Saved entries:
package iridepth.photo;

import static org.junit.jupiter.api.Assertions.assertEquals;
import static org.junit.jupiter.api.Assertions.assertThrows;
import static org.junit.jupiter.api.Assertions.assertTrue;

import java.util.Arrays;
import java.util.Random;
import org.junit.jupiter.api.Test;

class RegionTest {

    private static Signal signal(int width, int height, double... values) {
        float[] value = new float[values.length];
        for (int i = 0; i < values.length; i++) {
            value[i] = (float) values[i];
        }
        return new Signal(width, height, 1, value, new float[value.length], new byte[value.length]);
    }

    @Test
    void impossibleRegionsAreTold() {
        assertEquals("the region [-1, 0, 5, 5] is not possible: x and y must be 0 or more, width and height 1 or more",
                assertThrows(IllegalArgumentException.class, () -> new Region(-1, 0, 5, 5)).getMessage());
        assertEquals("the region [0, 0, 5, 0] is not possible: x and y must be 0 or more, width and height 1 or more",
                assertThrows(IllegalArgumentException.class, () -> new Region(0, 0, 5, 0)).getMessage());
    }

    @Test
    void cropTakesTheRectangle() {
        Signal part = signal(4, 3, 0, 1, 2, 3, 4, 5, 6, 7, 8, 9, 10, 11).crop(new Region(1, 1, 2, 2));
        assertTrue(Arrays.equals(new float[] {5, 6, 9, 10}, part.value()));
        assertEquals(2, part.height());
    }

    @Test
    void meanAndErrorAreThoseOfANormalSample() {
        Random random = new Random(1);
        double[] values = random.doubles(64 * 64).map(u -> 0.4 + 0.02 * random.nextGaussian()).toArray();
        RegionStatistics statistics = RegionStatistics.of(signal(64, 64, values))[0];
        assertEquals(0.4, statistics.mean(), 4 * 0.02 / 64);
        assertEquals(0.4, statistics.median(), 5 * 0.02 / 64);
        assertEquals(0.02, statistics.standardDeviation(), 0.001);
        assertEquals(0.02 / 64, statistics.standardError(), 0.2 * 0.02 / 64);
    }

    @Test
    void outliersDoNotMoveTheMean() {
        Random random = new Random(2);
        double[] values = random.doubles(1024).map(u -> 0.4 + 0.02 * random.nextGaussian()).toArray();
        for (int i = 0; i < 100; i++) {
            values[10 * i] = 1;
        }
        RegionStatistics statistics = RegionStatistics.of(signal(32, 32, values))[0];
        assertEquals(0.4, statistics.mean(), 4 * 0.02 / 30);
        assertEquals(924, statistics.samples(), 3);
    }

    /** Sixteen pixels that share their noise carry as much as one: the error must be four times that of independent ones. */
    @Test
    void correlatedNoiseWidensTheError() {
        Random random = new Random(3);
        double[] blocks = random.doubles(32 * 32).map(u -> 0.02 * random.nextGaussian()).toArray();
        double[] values = new double[128 * 128];
        Arrays.setAll(values, i -> 0.4 + blocks[i / 128 / 4 * 32 + i % 128 / 4]);
        assertEquals(0.02 / 32, RegionStatistics.of(signal(128, 128, values))[0].standardError(), 0.2 * 0.02 / 32);
    }

    @Test
    void limitsAreCountedAndLeftOut() {
        Signal signal = signal(4, 1, 1, 1, 0.3, 0.5);
        signal.limit()[0] = Signal.AT_LEAST;
        signal.limit()[1] = Signal.AT_MOST;
        RegionStatistics statistics = RegionStatistics.of(signal)[0];
        assertEquals(0.25, statistics.topFraction());
        assertEquals(0.25, statistics.bottomFraction());
        assertEquals(0.4, statistics.median(), 1e-7);
        assertEquals(2, statistics.samples());
        signal.limit()[2] = Signal.AT_LEAST;
        signal.limit()[3] = Signal.AT_LEAST;
        RegionStatistics none = RegionStatistics.of(signal)[0];
        assertTrue(Double.isNaN(none.mean()) && Double.isNaN(none.median()) && Double.isNaN(none.standardError()));
        assertEquals(0, none.samples());
    }

    @Test
    void equalValuesHaveNoScatter() {
        RegionStatistics statistics = RegionStatistics.of(signal(3, 1, 0.5, 0.5, 0.5))[0];
        assertEquals(0.5, statistics.mean());
        assertEquals(0, statistics.standardError());
    }
}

▶ _Exercise description_
For the word "median", go through the records and show each line that carries it.

▶ _Finished task_
        assertEquals(0.4, statistics.median(), 5 * 0.02 / 64);
        assertEquals(0.4, statistics.median(), 1e-7);
        assertTrue(Double.isNaN(none.mean()) && Double.isNaN(none.median()) && Double.isNaN(none.standardError()));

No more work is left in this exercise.